Scholarship

Publications

Peer-reviewed research on trustworthy AI, human-in-the-loop decision systems, and NLP for low-resource languages.

Published

PUBLISHED · 2026

Proceedings of SemEval-2026 (ACL) · pp. 1632–1640 · San Diego, USA

DeepSemantics at SemEval-2026 Task 9: Label-Wise Optimization with Adaptive Focal Loss for Polarization Manifestation Identification

TIAO, E., Edou, J.R., Gohouedé, M.A.L.

Impact: Multilingual system addressing class imbalance in low-resource language NLP. Ranked 5th on Hausa track, 14th on English among 50+ teams.
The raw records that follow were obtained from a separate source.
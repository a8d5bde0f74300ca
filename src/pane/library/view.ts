/** "Surfaces and fluids" as a tree. */
import type { Correlation } from "../../correlations/correlation.js";
import { fullCitation } from "../../findings/citation.js";
import type { ShelfEntry } from "../../fluids/shelf-entry.js";
import { formatNumber, formatQuantity } from "../../quantities/format.js";
import type { Surface } from "../../surfaces/surface.js";
import { along, type Axis, marks, markText } from "../drawings/axis.js";
import { plotDrawing } from "../drawings/plot.js";
import { surfaceDrawing } from "../drawings/surfaces.js";
import { figure, raisedPowers } from "../figures.js";
import { type Child, el, type PageElement, svg } from "../node.js";
import type { Signature } from "../signature.js";
import { words } from "../words.js";
import { fluidNameToUse, fluidPlots, type Library } from "./entries.js";

export interface LibraryActions {
  search(text: string): void;
  /** Told when an entry is folded out, so that its body is made only then. */
  unfold(id: string): void;
  useFunction?(id: string): void;
  useFluid?(name: string): void;
}

export interface LibraryState {
  readonly search: string;
  readonly found: Library;
  readonly unfolded: ReadonlySet<string>;
}

const { library: says } = words;

export function libraryHead(actions: LibraryActions): readonly Child[] {
  return [
    el("div", { class: "heading" }, el("h2", { id: "page-title" }, says.title)),
    el("label", { class: "field", for: "library-search" }, says.search),
    el("input", {
      type: "search",
      id: "library-search",
      placeholder: says.placeholder,
      autocomplete: "off",
      input: (event) => actions.search((event.target as HTMLInputElement).value),
    }),
  ];
}

export function libraryBody(state: LibraryState, actions: LibraryActions): readonly Child[] {
  const { surfaces, functions, fluids } = state.found;
  const isEmpty = surfaces.length + functions.length + fluids.length === 0;
  return [
    el(
      "p",
      { class: "quiet small", role: "status" },
      isEmpty ? says.nothing : says.found(surfaces.length + functions.length, fluids.length),
    ),
    ...group(
      "lib-surfaces",
      says.surfaces,
      surfaces.map((one) => surfaceEntry(one.surface, one.equations, state, actions)),
    ),
    ...group(
      "lib-states",
      says.states,
      functions.map((one) => functionEntry(one.signature, state, actions)),
    ),
    ...group(
      "lib-fluids",
      says.fluids,
      fluids.map((one) => fluidEntry(one.entry, state, actions)),
    ),
  ];
}

function group(id: string, title: string, entries: readonly PageElement[]): readonly PageElement[] {
  return entries.length === 0 ? [] : [el("section", { class: "part", "aria-labelledby": id }, el("h3", { id }, title), ...entries)];
}

function entry(
  id: string,
  head: readonly (Child | undefined)[],
  state: LibraryState,
  actions: LibraryActions,
  body: () => readonly (Child | undefined | false)[],
): PageElement {
  const isOpen = state.unfolded.has(id);
  return el(
    "details",
    {
      class: "entry",
      id,
      open: isOpen,
      toggle: (event) => {
        if ((event.target as HTMLDetailsElement).open && !isOpen) actions.unfold(id);
      },
    },
    el("summary", {}, ...head),
    ...(isOpen ? [el("div", { class: "entry-body" }, ...body())] : []),
  );
}

function idOf(kind: string, name: string): string {
  return `${kind}-${name.toLowerCase().replace(/[^a-z0-9]+/g, "-")}`;
}

function surfaceEntry(surface: Surface, equations: readonly Correlation[], state: LibraryState, actions: LibraryActions): PageElement {
  const { useFunction } = actions;
  const head = [
    surfaceDrawing(surface.id),
    el("span", { class: "entry-name" }, surface.title, el("code", { class: "quiet small" }, `FILM.${surface.id}`)),
  ];
  return entry(idOf("surface", surface.id), head, state, actions, () => [
    el("p", {}, surface.describe),
    useFunction !== undefined &&
      el("p", {}, el("button", { type: "button", id: idOf("use", surface.id), click: () => useFunction(surface.id) }, says.use)),
    el("p", { class: "small" }, `${says.reference(surface.reference)} ${says.first(surface.preference)}`),
    el("h4", {}, says.arguments),
    definitions([
      ...surface.arguments.map((one) => [one.name, `${one.describe}${one.optional === true ? `; ${says.optional}` : ""}`] as const),
    ]),
    surface.settings.length > 0 && el("h4", {}, says.settings),
    surface.settings.length > 0 &&
      definitions(
        surface.settings.map((one) => [one.name, `${one.describe}${one.words === undefined ? "" : `: ${one.words.join(" / ")}`}`] as const),
      ),
    el("h4", {}, says.equations(equations.length)),
    rangesChart(equations),
    el("ul", { class: "equations" }, ...equations.map(equationItem)),
  ]);
}

function definitions(rows: readonly (readonly [string, string])[]): PageElement {
  return el("dl", { class: "terms" }, ...rows.map(([name, text]) => el("div", {}, el("dt", {}, name), el("dd", {}, text))));
}

function equationItem(record: Correlation): PageElement {
  const ranges = Object.entries(record.ranges).map(([symbol, [low, high]]) => `${symbol} ${figure(low)} to ${figure(high)}`);
  return el(
    "li",
    {},
    el("p", {}, el("strong", {}, record.name)),
    el(
      "p",
      { class: "quiet small" },
      [
        `${words.library.extent[record.extent] ?? record.extent}, ${words.library.wall[record.wall] ?? record.wall}`,
        ranges.join(", "),
        words.equation.scatter(formatNumber(100 * record.scatter.value, 3), record.scatter.origin),
      ]
        .filter((piece) => piece !== "")
        .join("; "),
    ),
    el("p", { class: "quiet small" }, fullCitation(record.source.work, record.source.at)),
  );
}

/** The ranges of all equations by the group that most of them are limited in, one bar each on one axis. */
function rangesChart(equations: readonly Correlation[]): PageElement | undefined {
  const symbol = ["Ra", "Re", "RaStar", "Gr"]
    .map((one) => [one, equations.filter((record) => record.ranges[one] !== undefined).length] as const)
    .sort((one, other) => other[1] - one[1])[0]?.[0];
  if (symbol === undefined) return undefined;
  const bars = equations.flatMap((record): { record: Correlation; low: number; high: number }[] => {
    const range = record.ranges[symbol];
    return range === undefined ? [] : [{ record, low: range[0], high: range[1] }];
  });
  const ends = bars.flatMap(({ low, high }) => [low, high]).filter((value) => value > 0 && Number.isFinite(value));
  if (bars.length < 2 || ends.length < 2) return undefined;
  const axis: Axis = {
    scale: "log",
    from: 10 ** Math.floor(Math.log10(Math.min(...ends)) - 0.5),
    to: 10 ** Math.ceil(Math.log10(Math.max(...ends)) + 0.5),
  };
  const place = (value: number): number => (value <= 0 ? 0 : Number.isFinite(value) ? Math.min(1, Math.max(0, along(axis, value))) : 1);
  const percent = (part: number): string => `${Math.round(part * 1e4) / 100}%`;
  const row = 9;
  const height = bars.length * row + 22;
  const sentences = bars.map(({ record, low, high }) => says.rangeSays(record.name, symbol, figure(low), figure(high)));
  return svg(
    "svg",
    { class: "ranges-chart", width: "100%", height, role: "img", "aria-label": `${says.ranges(symbol)}. ${sentences.join(". ")}` },
    ...bars.map(({ low, high }, i) =>
      svg("rect", {
        class: "strip-interval edged",
        x: percent(place(low)),
        width: percent(Math.max(0.004, place(high) - place(low))),
        y: i * row + 1,
        height: row - 3,
      }),
    ),
    ...marks(axis, 5).map((value) =>
      svg("text", { class: "strip-text", x: percent(along(axis, value)), y: height - 4, "text-anchor": "middle" }, markText(axis, value)),
    ),
  );
}

function functionEntry(signature: Signature, state: LibraryState, actions: LibraryActions): PageElement {
  const { useFunction } = actions;
  const head = [el("span", { class: "entry-name" }, signature.title, el("code", { class: "quiet small" }, `FILM.${signature.id}`))];
  return entry(idOf("function", signature.id), head, state, actions, () => [
    useFunction !== undefined &&
      el("p", {}, el("button", { type: "button", id: idOf("use", signature.id), click: () => useFunction(signature.id) }, says.use)),
    el("h4", {}, says.arguments),
    definitions(signature.parameters.map((one) => [one.name, `${one.describe}${one.optional ? `; ${says.optional}` : ""}`] as const)),
  ]);
}

function fluidEntry(fluid: ShelfEntry, state: LibraryState, actions: LibraryActions): PageElement {
  const { useFluid } = actions;
  const name = fluidNameToUse(fluid);
  const [low, high] = fluid.range.T;
  const range = `${formatQuantity(low, "temperature", "SI")} to ${formatQuantity(high, "temperature", "SI")}`;
  const head = [el("span", { class: "entry-name" }, name, el("span", { class: "quiet small" }, `${fluid.family}, ${range}`))];
  return entry(idOf("fluid", fluid.name), head, state, actions, () => {
    const plots = fluidPlots(fluid);
    return [
      el("p", {}, fluid.summary),
      useFluid !== undefined &&
        el("p", {}, el("button", { type: "button", id: idOf("use-fluid", fluid.name), click: () => useFluid(name) }, says.useFluid)),
      definitions(
        [
          [says.also, fluid.synonyms.join(", ")],
          [
            says.range,
            `${range}; ${raisedPowers(formatQuantity(fluid.range.p[0], "pressure", "SI"))} to ${raisedPowers(formatQuantity(fluid.range.p[1], "pressure", "SI"))}`,
          ],
          [says.uncertainty, fluid.uncertainty],
          [says.source, fluid.sources.map((work) => fullCitation(work)).join("; ")],
        ].filter((row): row is [string, string] => row[1] !== ""),
      ),
      ...(plots.length === 0
        ? [el("p", { class: "quiet small" }, says.noPlot)]
        : plots.map((plot) => el("figure", { class: "plot-figure" }, el("figcaption", { class: "small" }, plot.says), plotDrawing(plot)))),
    ];
  });
}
End-to-end transformer pipeline for detecting fine-grained polarization manifestations in English and Hausa social media. Uses Adaptive Focal Loss and label-wise threshold optimization to handle severe class imbalance in multilingual settings.

Accepted for publication

ACCEPTED · 2026

Deep Learning Indaba 2026 / IJCAI Special Volume

Data-Driven Lifelines: An Artificial Intelligence and Econometric Early-Warning System for Small and Medium-Sized Enterprise Survival in Cameroon

Konlack Lonlack, G., TIAO, E.

Impact: Deployed as interactive policy dashboard at Cameroon's National Institute of Statistics. Identifies high-failure-risk enterprises to enable targeted government support.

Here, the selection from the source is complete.